Internet management in line with world norms By Li Hong (China Daily) Updated: 2006-03-01 05:43
SANYA: The meteoric growth of China's Internet has great potential for
development and will promote a freer flow of information, major website
executives and experts attending a seminar in South China's Hainan Province said
Monday.
China, the world's second largest Internet market after the United States,
has 111 million Internet users. The number of netizens is expected to jump by at
least 15 per cent annually before 2010.
"This means big business and enormous opportunities," said Wang Yan, chief
executive officer of sina.com, a top Chinese portal listed on the New York
Nasdaq stock exchange.
People hooked to the Internet now account for a mere 8.4 per cent of China's
total population. Web-based business is still on the rise, according to the more
than 70 executives and Internet researchers who attended the annual meeting of
the Internet Information Service Commission of the Internet Society of China.
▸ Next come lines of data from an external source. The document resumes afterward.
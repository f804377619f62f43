import { ChangeDetectionStrategy, Component, input } from '@angular/core';
import { ReactiveFormsModule } from '@angular/forms';
import { MatFormFieldModule } from '@angular/material/form-field';
import { MatInputModule } from '@angular/material/input';
import { MatSelectModule } from '@angular/material/select';
import { isMathsFunctionName, mathsFunctions } from '@setwright/maths';
import { problemOf, type ComputedForm } from './draft-form';
import { LimitsEditor } from './limits-editor';

const FUNCTIONS = Object.entries(mathsFunctions)
  .map(([name, f]) => ({ name, summary: f.summary, inputs: f.inputs, outputs: f.outputs }))
  .sort((a, b) => a.name.localeCompare(b.name));

/** One value worked out from the step's readings by a function of the workshop maths. */
@Component({
  selector: 'sw-computed-editor',
  imports: [ReactiveFormsModule, MatFormFieldModule, MatInputModule, MatSelectModule, LimitsEditor],
  template: `
    @let c = field().controls;
    <div class="grid">
      <mat-form-field appearance="outline">
        <mat-label>What it is called</mat-label>
        <input matInput [formControl]="c.label" />
        <mat-error>{{ problem(c.label) }}</mat-error>
      </mat-form-field>
      <mat-form-field appearance="outline">
        <mat-label>Value id</mat-label>
        <input matInput [formControl]="c.id" autocomplete="off" spellcheck="false" />
        <mat-error>{{ problem(c.id) }}</mat-error>
      </mat-form-field>
      <mat-form-field appearance="outline">
        <mat-label>Maths function</mat-label>
        <mat-select [formControl]="c.fn">
          @if (c.fn.value && !known(c.fn.value)) {
            <mat-option [value]="c.fn.value">{{ c.fn.value }} (not in the workshop maths)</mat-option>
          }
          @for (f of functions; track f.name) {
            <mat-option [value]="f.name">{{ f.name }} · {{ f.summary }}</mat-option>
          }
        </mat-select>
        <mat-error>{{ problem(c.fn) }}</mat-error>
      </mat-form-field>
    </div>
    @if (about(c.fn.value); as f) {
      <p class="hint">Takes {{ f.inputs }}. Gives {{ f.outputs }}.</p>
    }
    <mat-form-field appearance="outline" class="wide">
      <mat-label>Arguments (JSON)</mat-label>
      <textarea matInput class="code" [formControl]="c.args" rows="5" spellcheck="false"></textarea>
      <mat-hint>{{ '{' }} "$input": "field id" {{ '}' }} for a field of this step, {{ '{' }} "$spec": "path", "unit": "mm" {{ '}' }} for a machine figure, {{ '{' }} "$q": 100, "unit": "mm" {{ '}' }} for a fixed quantity</mat-hint>
      <mat-error>{{ problem(c.args) }}</mat-error>
    </mat-form-field>
    <div class="grid">
      <mat-form-field appearance="outline">
        <mat-label>Part of the result</mat-label>
        <input matInput [formControl]="c.output" autocomplete="off" spellcheck="false" />
        <mat-hint>e.g. stress; empty for the whole result</mat-hint>
        <mat-error>{{ problem(c.output) }}</mat-error>
      </mat-form-field>
      <mat-form-field appearance="outline">
        <mat-label>Unit shown (optional)</mat-label>
        <input matInput [formControl]="c.unit" autocomplete="off" />
        <mat-error>{{ problem(c.unit) }}</mat-error>
      </mat-form-field>
      <mat-form-field appearance="outline">
        <mat-label>Decimal places shown</mat-label>
        <input matInput type="number" inputmode="numeric" min="0" max="4" [formControl]="c.decimals" />
        <mat-error>{{ problem(c.decimals) }}</mat-error>
      </mat-form-field>
    </div>
    <sw-limits-editor [limits]="c.limits" [unit]="c.unit.value" legend="Acceptance limits (for a number)" [revision]="revision()" />
    <div class="grid">
      <mat-form-field appearance="outline">
        <mat-label>Worded results that pass</mat-label>
        <input matInput [formControl]="c.acceptable" autocomplete="off" />
        <mat-hint>For a result in words; separated by commas, e.g. within</mat-hint>
        <mat-error>{{ problem(c.acceptable) }}</mat-error>
      </mat-form-field>
      <mat-form-field appearance="outline">
        <mat-label>Worded results that warn</mat-label>
        <input matInput [formControl]="c.advisory" autocomplete="off" />
        <mat-hint>They pass, with a warning on screen and in the record</mat-hint>
        <mat-error>{{ problem(c.advisory) }}</mat-error>
      </mat-form-field>
      <mat-form-field appearance="outline">
        <mat-label>Work out only when filled</mat-label>
        <input matInput [formControl]="c.when" autocomplete="off" spellcheck="false" />
        <mat-hint>Field ids separated by commas; empty for every field it uses</mat-hint>
        <mat-error>{{ problem(c.when) }}</mat-error>
      </mat-form-field>
    </div>
    <mat-form-field appearance="outline" class="wide">
      <mat-label>Help for the trainee (optional)</mat-label>
      <textarea matInput [formControl]="c.help" rows="2"></textarea>
      <mat-error>{{ problem(c.help) }}</mat-error>
    </mat-form-field>
    @if (problem(field()); as p) {
      <p class="problem" role="alert">{{ p }}</p>
    }
  `,
  styleUrl: './editor.scss',
  changeDetection: ChangeDetectionStrategy.OnPush,
})
export class ComputedEditor {
  readonly field = input.required<ComputedForm>();
  readonly revision = input(0);

  protected readonly functions = FUNCTIONS;
  protected readonly problem = problemOf;
  protected readonly known = isMathsFunctionName;
  protected about(name: string) {
    return FUNCTIONS.find((f) => f.name === name) ?? null;
  }
}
"Among the countries whose per-capita yearly GDP is less than US$2,000, China
has witnessed the fastest growth of Internet sector, and the boom reflects
China's effective yet market-friendly regulation," Wang said. Up to 20 Chinese
firms have been listed abroad, mainly in the United States, with a gross market
value exceeding US$10 billion.
Wang said that this success partly testifies to the authorities' guiding and
overseeing the sector, and he believes there may exist a misunderstanding among
some foreigner critics of China's Internet system.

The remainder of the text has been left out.